The expected answer is a copy of every line in the listing that has the word "decay".

☆ ☆ ☆ ☆ ☆ ☆ ☆

/* First guess at all nodes: the orbit before the trap, the integration in it, a tail beyond. */
static th_status guess(shot *s, const place *at, th_stationary *flow, th_error *err)
{
    const int p = flow->rule->order, nodes = flow->elements * p + 1;
    const double first = s->trap->core[0], last = s->trap->core[1];
    const double decay = 2 * sqrt(fmax(0, th_upstream_room(s->up, s->end)));
    double *stops = th_alloc((size_t)nodes, sizeof *stops), y[2] = {1, 0};
    int *node = th_alloc((size_t)nodes, sizeof *node), inside = 0;
    filler f = {.flow = flow, .node = node};
    place beyond;

    if (stops == NULL || node == NULL) {
        free(stops);
        free(node);
        return th_fail(err, TH_ENOMEM, "potential: %d nodes", nodes);
    }
    for (int i = 0; i < nodes; i++) {
        const int e = i / p < flow->elements ? i / p : flow->elements - 1;
        const double x = th_stationary_node(flow, e, i - e * p);

        if (x < first) {
            const place here = {.t = at->t + (x - first), .rising = at->rising};

            flow->a[i] = sqrt(orbit_density(s, &here));
        } else if (x <= last) {
            stops[inside] = x;
            node[inside++] = i;
        }
    }
    (void)shoot(s, at, stops, inside, fill, &f, y);
    beyond = after(s, y);
    for (int i = 0; i < nodes; i++) {
        const int e = i / p < flow->elements ? i / p : flow->elements - 1;
        const double x = th_stationary_node(flow, e, i - e * p);
        const place here = {.t = beyond.t + (x - last), .rising = beyond.rising};

        if (x > last)
            flow->a[i] = s->v_end == 0
                             ? sqrt(orbit_density(s, &here))
                             : sqrt(s->end) + (y[0] - sqrt(s->end)) * exp(-decay * (x - last));
    }
    free(stops);
    free(node);
    return TH_OK;
}

static void judge(th_flow_list *list, int i, const double *pocket)
{
    const th_stationary *flow = &list->flow[i];
    look l = {.up = &flow->up, .low = HUGE_VAL};

    for (int k = 0; k < LOOKS; k++) {
        const double x = look_at(pocket, k);
        double a[3];

        th_stationary_eval(flow, th_trap_piece(flow->trap, x), x, a);
        see(&l, k, a);
    }
    list->inside[i] = (double)l.fast / LOOKS;
    list->ripple[i] = (l.high - l.low) / (l.high + l.low);
}

static bool same(const th_stationary *f, const th_stationary *g, const double *pocket)
{
    double apart = 0;

    for (int k = 0; k < LOOKS; k++) {
        const double x = look_at(pocket, k);
        double a[3], b[3];

        th_stationary_eval(f, th_trap_piece(f->trap, x), x, a);
        th_stationary_eval(g, th_trap_piece(g->trap, x), x, b);
        apart = fmax(apart, fabs(a[0] - b[0]));
    }
    return apart < SAME;
}

/* The guess of a flow that is subsonic everywhere: uniform flow at each place. */
static void guess_subsonic(const shot *s, th_stationary *flow)
{
    const int p = flow->rule->order;

    for (int e = 0; e < flow->elements; e++)
        for (int j = 0; j <= p; j++) {
            const double x = th_stationary_node(flow, e, j);
            const double v = s->depth * th_trap_value(s->trap, flow->piece[e], x);
            const double rho = th_upstream_uniform(s->up, v, true);

            flow->a[e * p + j] = rho > 0 ? sqrt(rho) : 1;
        }
}

/* Polish the flow at a place of the orbits, or the subsonic one for NULL. */
static bool collect(void *ctx, shot *s, const place *at)
{
    collector *c = ctx;
    th_flow_list *list = c->list;
    th_stationary flow = {0};
    const double scale = asin(s->up->v_u / s->up->state.c_u) / s->k;

    c->status = th_stationary_create(s->trap, s->up, false, s->end, scale, c->rule, &flow, &c->err);
    if (c->status == TH_OK && at == NULL)
        guess_subsonic(s, &flow);
    else if (c->status == TH_OK)
        c->status = guess(s, at, &flow, &c->err);
    flow.depth = s->depth;
    if (c->status == TH_OK)
        c->status = th_stationary_solve(&flow, &c->err);
    if (c->status != TH_OK) { /* a zero that leads to no flow is left out */
        th_stationary_clear(&flow);
        if (c->status == TH_ECONVERGE)
            c->status = TH_OK;
        return c->status == TH_OK;
    }
    for (int i = 0; i < list->count; i++)
        if (same(&flow, &list->flow[i], s->pocket)) {
            th_stationary_clear(&flow);
            return true;
        }
    list->flow[list->count] = flow;
    judge(list, list->count, s->pocket);
    list->count++;
    return list->count < TH_FLOWS_MAX;
}

static bool better(const th_flow_list *list, int i, int k)
{
    const bool fast_i = list->inside[i] > MOST, fast_k = list->inside[k] > MOST;

    if (fast_i && fast_k)
        return list->ripple[i] < list->ripple[k];
    return fast_i != fast_k ? fast_i : list->inside[i] > list->inside[k];
}

static void swap(th_flow_list *list, int i, int k)
{
    const th_stationary flow = list->flow[i];
    const double inside = list->inside[i], ripple = list->ripple[i];

    list->flow[i] = list->flow[k];
    list->inside[i] = list->inside[k];
    list->ripple[i] = list->ripple[k];
    list->flow[k] = flow;
    list->inside[k] = inside;
    list->ripple[k] = ripple;
}

th_status th_flows_find(const th_trap *trap, const th_upstream *up, double depth,
                        const double *pocket, const th_gll *rule, th_flow_list *out, th_error *err)
{
    collector c = {.list = out, .rule = rule, .status = TH_OK};
    shot s;

    memset(out, 0, sizeof *out);
    out->most = share(trap, up, pocket);
    prepare(&s, trap, up, depth, pocket);
    if (s.end > 0 && collect(&c, &s, NULL) && zeros_of(&s, false, collect, &c))
        (void)zeros_of(&s, true, collect, &c);
    if (c.status != TH_OK) {
        th_flow_list_clear(out);
        return th_fail(err, c.status, "%s", c.err.text);
    }
    for (int i = 1; i < out->count; i++)
        for (int k = i; k > 0 && better(out, k, k - 1); k--)
            swap(out, k, k - 1);
    return TH_OK;
}

void th_flow_list_clear(th_flow_list *list)
{
    for (int i = 0; i < list->count; i++)
        th_stationary_clear(&list->flow[i]);
    list->count = 0;
}

bool th_flow_list_transonic(const th_flow_list *list)
{
    return list->count > 0 && list->inside[0] > list->most;
}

☆ ☆ ☆ ☆ ☆ ☆ ☆

Exercise answer:
    const double decay = 2 * sqrt(fmax(0, th_upstream_room(s->up, s->end)));
                             : sqrt(s->end) + (y[0] - sqrt(s->end)) * exp(-decay * (x - last));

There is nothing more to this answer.